> **RECORD EXTRACTS**:
|---|

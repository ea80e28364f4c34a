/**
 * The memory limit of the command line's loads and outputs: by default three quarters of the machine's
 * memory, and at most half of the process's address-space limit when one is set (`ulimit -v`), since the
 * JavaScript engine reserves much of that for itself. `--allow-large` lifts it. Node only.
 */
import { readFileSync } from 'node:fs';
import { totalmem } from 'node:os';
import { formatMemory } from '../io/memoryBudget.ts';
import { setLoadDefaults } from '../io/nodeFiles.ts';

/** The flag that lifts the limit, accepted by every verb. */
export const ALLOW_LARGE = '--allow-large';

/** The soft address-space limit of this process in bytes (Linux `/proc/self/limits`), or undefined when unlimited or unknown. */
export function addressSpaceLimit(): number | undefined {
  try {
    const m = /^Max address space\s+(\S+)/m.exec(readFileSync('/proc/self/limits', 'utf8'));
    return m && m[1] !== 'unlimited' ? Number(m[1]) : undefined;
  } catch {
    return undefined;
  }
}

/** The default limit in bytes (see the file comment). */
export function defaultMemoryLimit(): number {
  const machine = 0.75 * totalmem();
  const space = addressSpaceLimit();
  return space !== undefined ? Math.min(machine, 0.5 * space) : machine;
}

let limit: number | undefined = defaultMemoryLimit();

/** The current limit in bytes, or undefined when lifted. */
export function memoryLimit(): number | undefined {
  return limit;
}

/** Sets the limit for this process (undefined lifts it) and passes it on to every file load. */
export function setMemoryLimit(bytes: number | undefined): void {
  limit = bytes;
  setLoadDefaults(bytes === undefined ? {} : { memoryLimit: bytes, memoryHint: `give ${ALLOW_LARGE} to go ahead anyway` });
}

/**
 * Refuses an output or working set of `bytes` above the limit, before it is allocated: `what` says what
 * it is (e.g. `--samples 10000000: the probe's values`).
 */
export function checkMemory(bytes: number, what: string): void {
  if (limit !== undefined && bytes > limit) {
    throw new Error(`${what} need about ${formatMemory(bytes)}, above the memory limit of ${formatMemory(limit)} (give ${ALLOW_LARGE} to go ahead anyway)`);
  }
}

|---|

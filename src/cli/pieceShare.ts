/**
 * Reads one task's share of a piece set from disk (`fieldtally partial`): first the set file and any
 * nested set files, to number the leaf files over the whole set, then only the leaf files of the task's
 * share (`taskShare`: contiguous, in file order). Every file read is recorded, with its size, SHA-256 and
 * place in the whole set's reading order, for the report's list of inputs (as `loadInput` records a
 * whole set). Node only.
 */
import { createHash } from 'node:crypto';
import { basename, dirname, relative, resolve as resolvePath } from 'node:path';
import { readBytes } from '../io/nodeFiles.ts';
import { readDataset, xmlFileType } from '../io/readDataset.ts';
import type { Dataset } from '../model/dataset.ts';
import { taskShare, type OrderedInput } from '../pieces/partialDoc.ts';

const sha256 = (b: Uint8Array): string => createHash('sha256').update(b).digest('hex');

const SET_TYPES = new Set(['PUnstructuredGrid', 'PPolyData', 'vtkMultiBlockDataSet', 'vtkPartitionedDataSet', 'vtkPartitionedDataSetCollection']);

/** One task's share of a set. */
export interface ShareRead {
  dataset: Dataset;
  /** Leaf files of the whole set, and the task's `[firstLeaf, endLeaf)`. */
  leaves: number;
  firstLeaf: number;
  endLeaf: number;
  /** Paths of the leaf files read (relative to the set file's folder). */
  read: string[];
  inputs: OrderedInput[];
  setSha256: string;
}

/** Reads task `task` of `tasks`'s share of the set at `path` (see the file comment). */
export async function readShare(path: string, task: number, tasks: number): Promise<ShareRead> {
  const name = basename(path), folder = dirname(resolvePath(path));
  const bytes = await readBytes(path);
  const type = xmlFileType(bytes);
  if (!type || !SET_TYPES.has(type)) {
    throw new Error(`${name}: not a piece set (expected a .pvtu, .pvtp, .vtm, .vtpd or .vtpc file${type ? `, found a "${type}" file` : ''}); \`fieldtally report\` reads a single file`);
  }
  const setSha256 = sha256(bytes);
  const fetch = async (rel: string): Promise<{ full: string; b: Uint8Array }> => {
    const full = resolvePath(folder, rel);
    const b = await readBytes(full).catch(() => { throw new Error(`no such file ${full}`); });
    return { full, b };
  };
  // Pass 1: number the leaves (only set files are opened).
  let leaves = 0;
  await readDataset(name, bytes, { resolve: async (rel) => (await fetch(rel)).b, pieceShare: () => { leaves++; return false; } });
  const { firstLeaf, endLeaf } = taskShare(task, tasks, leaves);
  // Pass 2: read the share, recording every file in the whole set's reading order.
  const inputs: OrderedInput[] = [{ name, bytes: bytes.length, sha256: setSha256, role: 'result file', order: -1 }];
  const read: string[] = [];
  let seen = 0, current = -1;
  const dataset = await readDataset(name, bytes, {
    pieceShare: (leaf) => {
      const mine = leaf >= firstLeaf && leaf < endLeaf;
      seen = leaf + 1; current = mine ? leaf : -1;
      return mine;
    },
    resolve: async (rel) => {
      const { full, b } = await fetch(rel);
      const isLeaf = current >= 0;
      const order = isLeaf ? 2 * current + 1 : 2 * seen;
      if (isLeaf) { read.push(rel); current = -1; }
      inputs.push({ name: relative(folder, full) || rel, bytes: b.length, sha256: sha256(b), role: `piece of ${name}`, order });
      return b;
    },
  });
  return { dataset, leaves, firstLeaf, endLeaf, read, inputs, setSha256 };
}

|---|

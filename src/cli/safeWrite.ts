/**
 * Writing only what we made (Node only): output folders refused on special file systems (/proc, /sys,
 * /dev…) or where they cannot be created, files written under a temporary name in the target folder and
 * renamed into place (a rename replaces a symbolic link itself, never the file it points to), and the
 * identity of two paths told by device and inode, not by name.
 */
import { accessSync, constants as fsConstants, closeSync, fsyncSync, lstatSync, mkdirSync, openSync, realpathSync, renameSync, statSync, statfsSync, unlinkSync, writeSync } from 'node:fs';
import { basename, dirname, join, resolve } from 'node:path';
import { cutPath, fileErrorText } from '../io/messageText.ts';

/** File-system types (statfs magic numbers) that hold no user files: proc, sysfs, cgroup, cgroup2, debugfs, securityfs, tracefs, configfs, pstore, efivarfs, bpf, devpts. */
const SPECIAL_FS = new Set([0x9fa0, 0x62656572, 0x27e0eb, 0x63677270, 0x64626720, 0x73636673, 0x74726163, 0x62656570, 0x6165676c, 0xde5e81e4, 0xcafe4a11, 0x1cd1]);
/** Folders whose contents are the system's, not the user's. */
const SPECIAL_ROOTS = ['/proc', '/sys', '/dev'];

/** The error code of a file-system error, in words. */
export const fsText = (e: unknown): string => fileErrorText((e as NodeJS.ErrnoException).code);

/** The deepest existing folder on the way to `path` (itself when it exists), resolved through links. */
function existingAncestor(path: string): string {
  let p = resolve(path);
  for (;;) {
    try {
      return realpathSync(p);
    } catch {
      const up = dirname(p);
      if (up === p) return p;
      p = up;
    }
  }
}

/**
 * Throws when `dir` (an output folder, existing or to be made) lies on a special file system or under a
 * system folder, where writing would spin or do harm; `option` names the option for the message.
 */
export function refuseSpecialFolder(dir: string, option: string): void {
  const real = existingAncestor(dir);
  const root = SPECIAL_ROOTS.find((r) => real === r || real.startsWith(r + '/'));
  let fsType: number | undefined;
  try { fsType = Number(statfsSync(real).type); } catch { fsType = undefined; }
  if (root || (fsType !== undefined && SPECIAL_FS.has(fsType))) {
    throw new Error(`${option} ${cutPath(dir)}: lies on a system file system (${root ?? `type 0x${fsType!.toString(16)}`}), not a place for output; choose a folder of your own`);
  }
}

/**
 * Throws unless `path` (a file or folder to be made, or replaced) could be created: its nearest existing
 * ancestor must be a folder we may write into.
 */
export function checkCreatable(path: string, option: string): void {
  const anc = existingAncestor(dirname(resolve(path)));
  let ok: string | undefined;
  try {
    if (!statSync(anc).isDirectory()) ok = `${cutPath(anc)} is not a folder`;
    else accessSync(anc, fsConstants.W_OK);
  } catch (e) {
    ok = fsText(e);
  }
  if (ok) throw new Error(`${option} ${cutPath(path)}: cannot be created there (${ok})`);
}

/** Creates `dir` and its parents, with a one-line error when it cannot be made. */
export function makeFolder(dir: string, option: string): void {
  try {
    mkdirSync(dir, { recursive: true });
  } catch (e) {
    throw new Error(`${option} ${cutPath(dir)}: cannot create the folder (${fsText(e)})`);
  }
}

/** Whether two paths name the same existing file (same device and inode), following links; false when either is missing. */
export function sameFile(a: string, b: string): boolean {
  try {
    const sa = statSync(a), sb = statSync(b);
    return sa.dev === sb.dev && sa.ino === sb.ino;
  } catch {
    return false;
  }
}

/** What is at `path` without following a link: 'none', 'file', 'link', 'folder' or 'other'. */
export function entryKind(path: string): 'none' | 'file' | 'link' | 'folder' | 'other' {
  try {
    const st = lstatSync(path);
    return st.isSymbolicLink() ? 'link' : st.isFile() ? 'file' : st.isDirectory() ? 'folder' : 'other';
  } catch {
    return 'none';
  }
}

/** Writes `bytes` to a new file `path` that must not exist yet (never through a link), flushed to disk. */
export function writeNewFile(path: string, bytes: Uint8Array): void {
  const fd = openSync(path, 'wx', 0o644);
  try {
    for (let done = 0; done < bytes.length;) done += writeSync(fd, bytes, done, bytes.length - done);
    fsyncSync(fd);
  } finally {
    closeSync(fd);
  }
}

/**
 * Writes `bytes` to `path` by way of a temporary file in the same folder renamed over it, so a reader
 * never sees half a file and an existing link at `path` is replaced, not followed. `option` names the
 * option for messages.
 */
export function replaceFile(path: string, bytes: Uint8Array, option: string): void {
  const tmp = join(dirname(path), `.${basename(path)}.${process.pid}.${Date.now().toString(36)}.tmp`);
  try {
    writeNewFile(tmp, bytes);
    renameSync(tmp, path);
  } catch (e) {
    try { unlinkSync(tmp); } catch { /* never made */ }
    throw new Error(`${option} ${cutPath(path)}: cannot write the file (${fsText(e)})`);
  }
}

|---|

> **ABOUT THIS EXERCISE**: Select every line above that contains the word "isDirectory", and copy it.

> **SOLUTION**:
    if (!statSync(anc).isDirectory()) ok = `${cutPath(anc)} is not a folder`;
    return st.isSymbolicLink() ? 'link' : st.isFile() ? 'file' : st.isDirectory() ? 'folder' : 'other';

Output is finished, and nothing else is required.